I think the a priori criticisms are too easy, so I decided to see what the different the skewings among the top 10 are if you delete their two player games. In this data set, EVERY SINGLE PLAYER'S G RATING WENT UP AFTER DELETING THEIR TWO PLAYER GAMES!!!!
The skewings: +.13, +.17, +.19, +.12, +.47, +.23, +.32, +.09, +.07, +.38
The large plusses usually occurred with players who play a high proportion of duels.
It was suggested that over time the skewing should go to zero. In fact, it will not if over time a player maintains the same proportion of duels being played. Of course it is not unique to duels. I confidently conjecture that if we deleted 6-10 player games from (good) players who play a lot of those games, that their G Rating would drop.
The intent of the G Rating was well expressed by BlackDog: A low G Rating with a high ranking means that I generally play higher rated players, while a high G Rating with a high ranking means that I play lower rated players.
I think this is the true intent of the G Rating: Attach a numerical value, something like a percentage, that ignores the difficulty of the opposition and yet makes sense across different sized games.

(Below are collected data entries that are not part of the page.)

"""10,000 whole loads on an edge and one unit off it, in both planes, through the whole assessment: none
judged wrong.

Each load is built so that its sum at take-off lands exactly where it is wanted: one item of the needed
weight, and the empty weight's moment chosen to match. The judge is `oracle`, which shares no code with the
engine.
"""

import random
from dataclasses import replace
from fractions import Fraction

import pytest

from fleet.basis import Envelope
from loads.balance.assess import assess
from loads.balance.declared import read_load
from tests.pure.loads.making import SOURCE, load, twin, twin_empty
from tests.pure.loads.oracle import load_inside

F = Fraction

LOADS = 10_000
UNITS = (F(1), F(1, 1000), F(1, 10**9))
ARM_SHAPES = (
    ((110, 4000), (110, 5200), (116, 6800), (128, 6800), (128, 4000)),
    (
        (F("110.3"), 4000),
        (F("111.7"), 5500),
        (F("117.9"), 6801),
        (120, F("6400.5")),
        (F("124.1"), 6777),
        (127, 4100),
    ),
    (
        (108, 3900),
        (112, 4700),
        (F("109.5"), 5600),
        (115, 6900),
        (F("126.4"), 6900),
        (F("121.2"), 5300),
        (129, 3950),
    ),
)


def shapes():
    """The three envelopes as drawn in arm, and the same vertices with edges straight in moment."""
    for points in ARM_SHAPES:
        exact = tuple((F(x), F(y)) for x, y in points)
        yield "arm", exact
        yield "moment", tuple((x * y, y) for x, y in exact)


def edge_points(plane, polygon, seed, count):
    """Sums (weight, moment) on edges and vertices, and one unit off in arm or moment, or in weight."""
    chance = random.Random(seed)
    edges = list(zip(polygon, (*polygon[1:], polygon[0]), strict=True))
    for number in range(count):
        (x1, y1), (x2, y2) = chance.choice(edges)
        part = F(chance.choice((0, 1, chance.randint(0, 97))), chance.choice((97, 1)))
        part = min(part, F(1))
        x, y = x1 + (x2 - x1) * part, y1 + (y2 - y1) * part
        unit = chance.choice(UNITS) * chance.choice((1, -1))
        if number % 3 == 1:
            x += unit
        elif number % 3 == 2:
            y += unit
        yield y, x * y if plane == "arm" else x


@pytest.mark.parametrize(("plane", "polygon"), list(shapes()))
@pytest.mark.parametrize("axis", ["longitudinal", "lateral"])
def test_no_load_on_an_edge_or_one_unit_off_it_is_judged_wrong(plane, polygon, axis):
    share = LOADS // 12 + 1
    free = (F(-(10**9)), F(1)), (F(10**9), F(1)), (F(10**9), F(10**6)), (F(-(10**9)), F(10**6))
    judged = Envelope("judged", axis, ("take-off",), plane, polygon, SOURCE)
    other = Envelope("free", "longitudinal", ("take-off", "landing"), "arm", free, SOURCE)
    basis = replace(twin(), envelopes=(judged, other))
    declared = read_load(load(limits=[]), basis)
    plain = assess(declared, basis, twin_empty()).state("take-off")
    code = "cg.take-off" if axis == "longitudinal" else "lateral.take-off"
    wrong, inside, outside = [], 0, 0

    for weight, moment in edge_points(plane, polygon, f"{plane}{axis}", share):
        empty = replace(twin_empty(), weight=twin_empty().weight + weight - plain.weight)
        if axis == "longitudinal":
            empty = replace(empty, moment=empty.moment + moment - plain.moment)
        else:
            empty = replace(empty, lateral_moment=empty.lateral_moment + moment - plain.lateral_moment)
        result = assess(declared, basis, empty)
        check = result.check(code)
        wanted = load_inside(weight, moment, polygon, plane)
        state = result.state("take-off")
        assert (state.weight, state.moment if axis == "longitudinal" else state.lateral_moment) == (
            weight,
            moment,
        )
        inside, outside = inside + wanted, outside + (not wanted)
        if (check.outcome == "pass") != wanted or (check.room is not None and (check.room >= 0) != wanted):
            wrong.append((weight, moment, check))

    assert wrong == []
    assert inside > share / 4
    assert outside > share / 4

I have a real hard time saying what this _truly_ should be, but I do have a suggestion (to be posted later), that has predictive value within our current ranking system.
I sort of agree with you, let me see if I can restate it and you tell me if I understand you objection.
The G-rating is there to give a 'normalized' rating with regards to the number of players in a game, and should give a value indicative of how much better a given person is doing compared to how many they 'should' win if all players were dumb automatons who rolled randomly. Thus winning 50% of 2-player games is treated the same as winning 1/16th of a 16 player games.
While that is true, your objection is based upon the fact that an elite player will win proportionally more games as the number of players are increased, which I believe is true. Winning 1/8th of 16 player games is easily doable, while winning 100% of your duels is impossible. The reasons for this are many, some are more obvious than others, and ultimately the reasons don't matter.
Since players are ranked in part by G-rating, it 'punishes' those players who prefer duels and inflates the rankings of those players who prefer large games.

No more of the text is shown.